Ci sono tanti gradini che si devono superare lungo il percorso, e ad ogni gradino c’è la possibilità di scegliere un altro lavoro. Il dottorato può infatti aprire la strada ad un sacco di alternative.

In pochi però valutano con entusiasmo il cambiamento di lavoro, perché chi cambia viene visto (o peggio, si sente) come qualcuno che ha fallito il suo percorso.

A volte invece durante il percorso si può semplicemente scoprire che non è più la propria strada. La ricerca richiede uno sforzo non da poco, e le scelte professionali possono pesare molto su quelle personali o familiari.

Io per esempio avevo come piano B l’insegnamento. Alla fine avevo fatto pace con me stessa nel proseguire questo percorso nell’ambito della ricerca dicendomi sempre che “se ad un certo punto non avrò più modo di continuare, non dovrà essere una tragedia, bensì un’esperienza che vorrò raccontare a mia figlia. Ho avuto l’occasione di fare questo lavoro per un certo numero di anni, che è comunque un bagaglio enorme: le scoperte che ho conseguito, le persone che ho conosciuto e con cui mi sono confrontata, le difficoltà che ho superato, le conoscenze professionali e non che ho fatto mie mi apparterranno per sempre.”

Come si può applicare alla vita di tutti i giorni?

Quando le persone si rendono conto che non trovano più gioia in quello che fanno, oppure non ci sono state opportunità per proseguire nella loro carriera, direi di non vivere il cambiamento di lavoro come un fallimento.

“Quando le persone si rendono conto che non trovano più gioia in quello che fanno, oppure non ci sono state opportunità per proseguire nella loro carriera, direi di non vivere il cambiamento di lavoro come un fallimento.”

A volte davvero non dipende solo da noi, quindi mettere tutto sulle nostre spalle crea solo una pressione insostenibile.

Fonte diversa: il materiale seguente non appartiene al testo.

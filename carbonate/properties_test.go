package carbonate_test

import (
	"math"
	"testing"

	"pgregory.net/rapid"

	"beckline/carbonate"
)

// anyWater draws a solved water of the ordinary range and beyond.
func anyWater(t *rapid.T) carbonate.State {
	k, err := carbonate.ConstantsAt(rapid.Float64Range(carbonate.MinKelvin, carbonate.MaxKelvin).Draw(t, "kelvin"))
	if err != nil {
		t.Fatal(err)
	}
	var w carbonate.Water
	draw := func(c carbonate.Component, most float64) {
		w.Totals[c] = rapid.OneOf(rapid.Just(0.0), rapid.Float64Range(0, most)).Draw(t, c.Name()) * 1e-3 / c.MolarMass()
	}
	w.Alkalinity = 2e-3 * rapid.Float64Range(0.5, 2000).Draw(t, "alkalinity") / carbonate.MolarMassCaCO3
	draw(carbonate.Calcium, 800)
	draw(carbonate.Magnesium, 300)
	draw(carbonate.Sulfate, 2500)
	draw(carbonate.Sodium, 1500)
	draw(carbonate.Chloride, 2500)
	draw(carbonate.Phosphate, 10)
	draw(carbonate.Silica, 50)
	draw(carbonate.Boron, 3)
	draw(carbonate.Fluoride, 3)
	draw(carbonate.Acetate, 30)
	draw(carbonate.Citrate, 30)
	if rapid.Bool().Draw(t, "chlorine") {
		draw(carbonate.Chlorine, 5)
	} else {
		draw(carbonate.Ammonia, 20)
	}
	s, _, err := k.FromPH(rapid.Float64Range(4.3, 11).Draw(t, "pH"), w, carbonate.IonicInput{})
	if refused(err) {
		t.Skip(err)
	}
	if err != nil {
		t.Fatal(err)
	}
	return s
}

// Each mass balance and the proton condition hold over the species, to rounding.
func TestSpeciesConserve(t *testing.T) {
	rapid.Check(t, func(t *rapid.T) {
		s := anyWater(t)
		sp, w := s.Species(), s.Water
		balance := func(name string, sum, total float64) {
			if math.Abs(sum-total) > 1e-10*math.Abs(total)+1e-18 {
				t.Fatalf("%s: species %g, total %g", name, sum, total)
			}
		}
		balance("carbon", sp.CO2+sp.HCO3+sp.CO3+sp.CaHCO3+sp.CaCO3+sp.MgHCO3+sp.MgCO3, w.Totals[carbonate.Carbon])
		balance("calcium", sp.Ca+sp.CaHCO3+sp.CaCO3+sp.CaSO4+sp.CaOH, w.Totals[carbonate.Calcium])
		balance("magnesium", sp.Mg+sp.MgHCO3+sp.MgCO3+sp.MgSO4+sp.MgOH, w.Totals[carbonate.Magnesium])
		balance("sulfate", sp.SO4+sp.HSO4+sp.CaSO4+sp.MgSO4, w.Totals[carbonate.Sulfate])
		alk := -sp.H + sp.OH + sp.HCO3 + 2*sp.CO3 + sp.CaHCO3 + 2*sp.CaCO3 + sp.MgHCO3 + 2*sp.MgCO3 +
			sp.CaOH + sp.MgOH - sp.HSO4 + sp.MinorAlkalinity
		balance("alkalinity", alk, w.Alkalinity)
	})
}

// A strong base raises the pH, a strong acid lowers it, CO2 lowers it.
func TestPHMovesWithDose(t *testing.T) {
	base := carbonate.Reagent{Equivalents: 1, Adds: carbonate.Totals{carbonate.Sodium: 1}}
	acid := carbonate.Reagent{Equivalents: -1, Adds: carbonate.Totals{carbonate.Chloride: 1}}
	gas := carbonate.Reagent{Adds: carbonate.Totals{carbonate.Carbon: 1}}
	rapid.Check(t, func(t *rapid.T) {
		s := anyWater(t)
		dose := rapid.Float64Range(1e-5, 3e-3).Draw(t, "dose")
		for _, step := range []struct {
			name    string
			reagent carbonate.Reagent
			sign    float64
		}{{"base", base, 1}, {"acid", acid, -1}, {"CO2", gas, -1}} {
			before := s.PH
			for n := 1; n <= 3; n++ {
				after, err := s.Constants().Solve(s.Water.Add(step.reagent, float64(n)*dose))
				if refused(err) {
					break
				}
				if err != nil {
					t.Fatal(err)
				}
				if (after.PH-before)*step.sign <= 0 {
					t.Fatalf("%s: pH %g to %g", step.name, before, after.PH)
				}
				before = after.PH
			}
		}
	})
}

// A blend of a water with itself is that water, and a blend conserves.
func TestBlendConserves(t *testing.T) {
	rapid.Check(t, func(t *rapid.T) {
		a, b := anyWater(t), anyWater(t)
		x, y := rapid.Float64Range(0.01, 100).Draw(t, "x"), rapid.Float64Range(0.01, 100).Draw(t, "y")
		same, err := carbonate.Blend(carbonate.Stream{Water: a.Water, Flow: x}, carbonate.Stream{Water: a.Water, Flow: y})
		if err != nil {
			t.Fatal(err)
		}
		again, err := carbonate.Solve(same)
		if err != nil {
			t.Fatal(err)
		}
		if math.Abs(again.PH-a.PH) > 1e-9 {
			t.Fatalf("a water blended with itself goes from pH %g to %g", a.PH, again.PH)
		}
		mix, err := carbonate.Blend(carbonate.Stream{Water: a.Water, Flow: x}, carbonate.Stream{Water: b.Water, Flow: y})
		if err != nil {
			t.Fatal(err)
		}
		for i := range mix.Totals {
			want := (x*a.Water.Totals[i] + y*b.Water.Totals[i]) / (x + y)
			if math.Abs(mix.Totals[i]-want) > 1e-12*want+1e-300 { // below, floats lose digits
				t.Fatalf("%s: %g, want %g", carbonate.Component(i).Name(), mix.Totals[i], want)
			}
		}
		want := (x*a.Water.Alkalinity + y*b.Water.Alkalinity) / (x + y)
		if math.Abs(mix.Alkalinity-want) > 1e-12*math.Abs(want) {
			t.Fatalf("alkalinity: %g, want %g", mix.Alkalinity, want)
		}
	})
}

// The two ways to a pH, Newton and plain halving, agree.
func TestIndependentRoutesAgree(t *testing.T) {
	rapid.Check(t, func(t *rapid.T) {
		s := anyWater(t)
		slow, err := s.Constants().SolveByBracket(s.Water)
		if err != nil {
			t.Fatal(err)
		}
		if math.Abs(slow.PH-s.PH) > 1e-8 {
			t.Fatalf("pH %.12f and %.12f", s.PH, slow.PH)
		}
	})
}

// Aeration keeps alkalinity and every total but carbon, and moves free CO2 by
// the share that was asked for.
func TestAeration(t *testing.T) {
	rapid.Check(t, func(t *rapid.T) {
		s := anyWater(t)
		share := rapid.Float64Range(0, 1).Draw(t, "share")
		w, err := s.Aerate(share, carbonate.AirCO2)
		if refused(err) {
			t.Skip()
		}
		if err != nil {
			t.Fatal(err)
		}
		after, err := s.Constants().Solve(w)
		if err != nil {
			t.Fatal(err)
		}
		g0, _, _, _ := s.ActivityCoefficients()
		equilibrium := s.Constants().Henry * carbonate.AirCO2 / g0
		want := s.FreeCO2() - share*(s.FreeCO2()-equilibrium)
		if math.Abs(after.FreeCO2()-want) > 1e-6*max(want, s.FreeCO2()) {
			t.Fatalf("free CO2 %g, want %g of %g", after.FreeCO2(), want, s.FreeCO2())
		}
		w.Totals[carbonate.Carbon] = s.Water.Totals[carbonate.Carbon]
		if w != s.Water {
			t.Fatal("aeration changed more than the carbon")
		}
	})
}

// Nothing outside the range is answered.
func TestRefusals(t *testing.T) {
	k := constantsAt(t, 10)
	var w carbonate.Water
	w.Alkalinity = 1e-3
	for name, f := range map[string]func() error{
		"frozen":  func() error { _, err := carbonate.ConstantsAt(273.0); return err },
		"hot":     func() error { _, err := carbonate.ConstantsAt(323.2); return err },
		"NaN":     func() error { _, err := carbonate.ConstantsAt(math.NaN()); return err },
		"pH 15":   func() error { _, _, err := k.FromPH(15, w, carbonate.IonicInput{}); return err },
		"pH NaN":  func() error { _, _, err := k.FromPH(math.NaN(), w, carbonate.IonicInput{}); return err },
		"pH 12":   func() error { _, _, err := k.FromPH(12, w, carbonate.IonicInput{}); return err },
		"brine":   func() error { _, _, err := k.FromPH(8, w, carbonate.IonicInput{Measured: 0.6}); return err },
		"Ca < 0":  func() error { v := w; v.Totals[carbonate.Calcium] = -1e-9; _, err := k.Solve(v); return err },
		"alk NaN": func() error { v := w; v.Alkalinity = math.NaN(); _, err := k.Solve(v); return err },
		"chloramine": func() error {
			v := w
			v.Totals[carbonate.Chlorine], v.Totals[carbonate.Ammonia] = 1e-5, 1e-5
			_, err := k.Solve(v)
			return err
		},
		"blend of nothing": func() error { _, err := carbonate.Blend(); return err },
		"negative flow":    func() error { _, err := carbonate.Blend(carbonate.Stream{Flow: -1}); return err },
	} {
		if f() == nil {
			t.Errorf("%s: answered", name)
		}
	}
}
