package margin

import (
	"math"

	"beckline/carbonate"
	"beckline/dosing"
	"beckline/dosing/feed"
)

// feeding is one product that is solved for.
type feeding struct {
	index    int // into the additions
	product  *dosing.Product
	reagent  carbonate.Reagent
	dose     float64 // mol/L, as answered
	rates    feed.Rates
	perDose  float64 // kg/m3 of product for each mol/L
	thinning float64 // volume goes with strength to the minus this
}

// train is the path of the water, as far as a margin must walk it.
type train struct {
	feeds   []feeding
	targets [2]dosing.Target
	all     []float64 // every dose, as answered
	to, end int       // stations of the target and of the finished water

	// Where additions only add they commute: one mole of these is everything that
	// is dosed besides the solved products.
	plainTo, plainEnd bool
	fixedTo, fixedEnd carbonate.Reagent
}

func (m *model) setTrain(r *dosing.Result) {
	c := &m.kase
	m.end = len(c.Additions)
	m.to = c.TargetAt
	if m.to == 0 {
		m.to = m.end
	}
	m.targets = [2]dosing.Target{c.Target, c.Second}
	m.plainTo, m.plainEnd = c.Plain(m.raw, m.to), c.Plain(m.raw, m.end)
	m.all = make([]float64, m.end)
	for i := range m.all {
		st := &r.Stations[i+1]
		m.all[i] = st.Dose
		if st.Solved {
			m.feeds = append(m.feeds, newFeeding(i, st))
			continue
		}
		chem := &c.Additions[i].Product.Chemical
		for j, v := range chem.Adds {
			if i < m.to {
				m.fixedTo.Adds[j] += v * st.Dose
			}
			m.fixedEnd.Adds[j] += v * st.Dose
		}
		if i < m.to {
			m.fixedTo.Equivalents += chem.Equivalents * st.Dose
		}
		m.fixedEnd.Equivalents += chem.Equivalents * st.Dose
	}
}

func newFeeding(i int, st *dosing.Station) feeding {
	p := &st.Addition.Product
	f := feeding{index: i, product: p, dose: st.Dose, rates: st.Feed, thinning: 1,
		reagent: carbonate.Reagent{Adds: p.Chemical.Adds, Equivalents: p.Chemical.Equivalents},
		perDose: p.Chemical.MolarMass / p.Strength}
	if !st.Feed.HasVolume || st.Addition.Feed.Density.Given {
		return f // a density measured in the tank is that of what is in it
	}
	// A stronger product is denser too: volume goes with 1/(strength x density).
	kelvin := st.Addition.Feed.ProductKelvin.Or(293.15)
	low, errLow := p.Density.At(p.Strength*0.99, kelvin)
	high, errHigh := p.Density.At(p.Strength*1.01, kelvin)
	if errLow == nil && errHigh == nil {
		f.thinning += math.Log(high.KgPerM3/low.KgPerM3) / math.Log(1.01/0.99)
	}
	return f
}

func (m *model) hasFlow() bool { return len(m.feeds) > 0 && m.feeds[0].rates.HasFlow }

// answered are the doses as answered.
func (m *model) answered() (d doses) {
	for i := range m.feeds {
		d[i] = m.feeds[i].dose
	}
	return d
}

// walk is a raw water at a station, with these doses of the solved products.
func (m *model) walk(k *carbonate.Constants, w carbonate.Water, d doses, to int) (carbonate.Water, bool) {
	plain, fixed := m.plainTo, &m.fixedTo
	if to == m.end {
		plain, fixed = m.plainEnd, &m.fixedEnd
	}
	if plain {
		w = w.Add(*fixed, 1)
		for i := range m.feeds {
			w = w.Add(m.feeds[i].reagent, d[i])
		}
		return w, true
	}
	all := append([]float64(nil), m.all...)
	for i := range m.feeds {
		all[m.feeds[i].index] = d[i]
	}
	return m.kase.Walk(k, w, all, to)
}

// finished is the pH of a raw water after the train with these doses; NaN where
// it has none.
func (m *model) finished(k *carbonate.Constants, raw carbonate.Water, d doses) float64 {
	w, ok := m.walk(k, raw, d, m.end)
	if !ok {
		return math.NaN()
	}
	st, err := k.Solve(w)
	if err != nil {
		return math.NaN()
	}
	return st.PH
}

Molto è determinato dai nostri impegno, dedizione e capacità, ma poi ci sono tante variabili che non sono in nostro possesso. C’è la fortuna di capitare nel posto giusto al momento giusto, ad esempio.

Ionica con il suo Iacco.

Ovviamente si sono investite molte energie quindi sarà molto difficile abbandonare quello che si è costruito.

Però se si vede il percorso svolto fino al momento del cambiamento come una cosa da cui si è imparato molto, si vive meglio la transizione. Non ci si sente più falliti se si cambia.

E spero di mantenere sempre questa prospettiva: vigilo continuamente sulla possibilità di fare anche altro nella vita, qualora ad un certo punto la ricerca non sarà una fonte di soddisfazione sufficiente per me.

In questo senso ci vuole un pizzico di follia, un pizzico di irrazionalità quando si seguono le proprie passioni. A volte si seguono fino a che sarà possibile, e quando non sarà più possibile non deve essere la fine del mondo.

Può succedere che cambiamenti di percorso obbligati ci facciano scoprire aspetti di noi stessi e delle nostre passioni che non sapevamo nemmeno di avere. Forse questo modo di vedere le cose mi viene dall’esperienza personale che mi ha fatto conoscere persone che hanno lasciato tutto per ricominciare altrove. Sono per me fonte d’inspirazione ed esempio di coraggio.

Può succedere che cambiamenti di percorso obbligati ci facciano scoprire aspetti di noi stessi e delle nostre passioni che non sapevamo nemmeno di avere.

Cerco sempre di trasmettere il messaggio che il futuro ci può riservare sorprese, piuttosto che ansie.

“Cerco sempre di trasmettere il messaggio che il futuro ci può riservare sorprese, piuttosto che ansie.”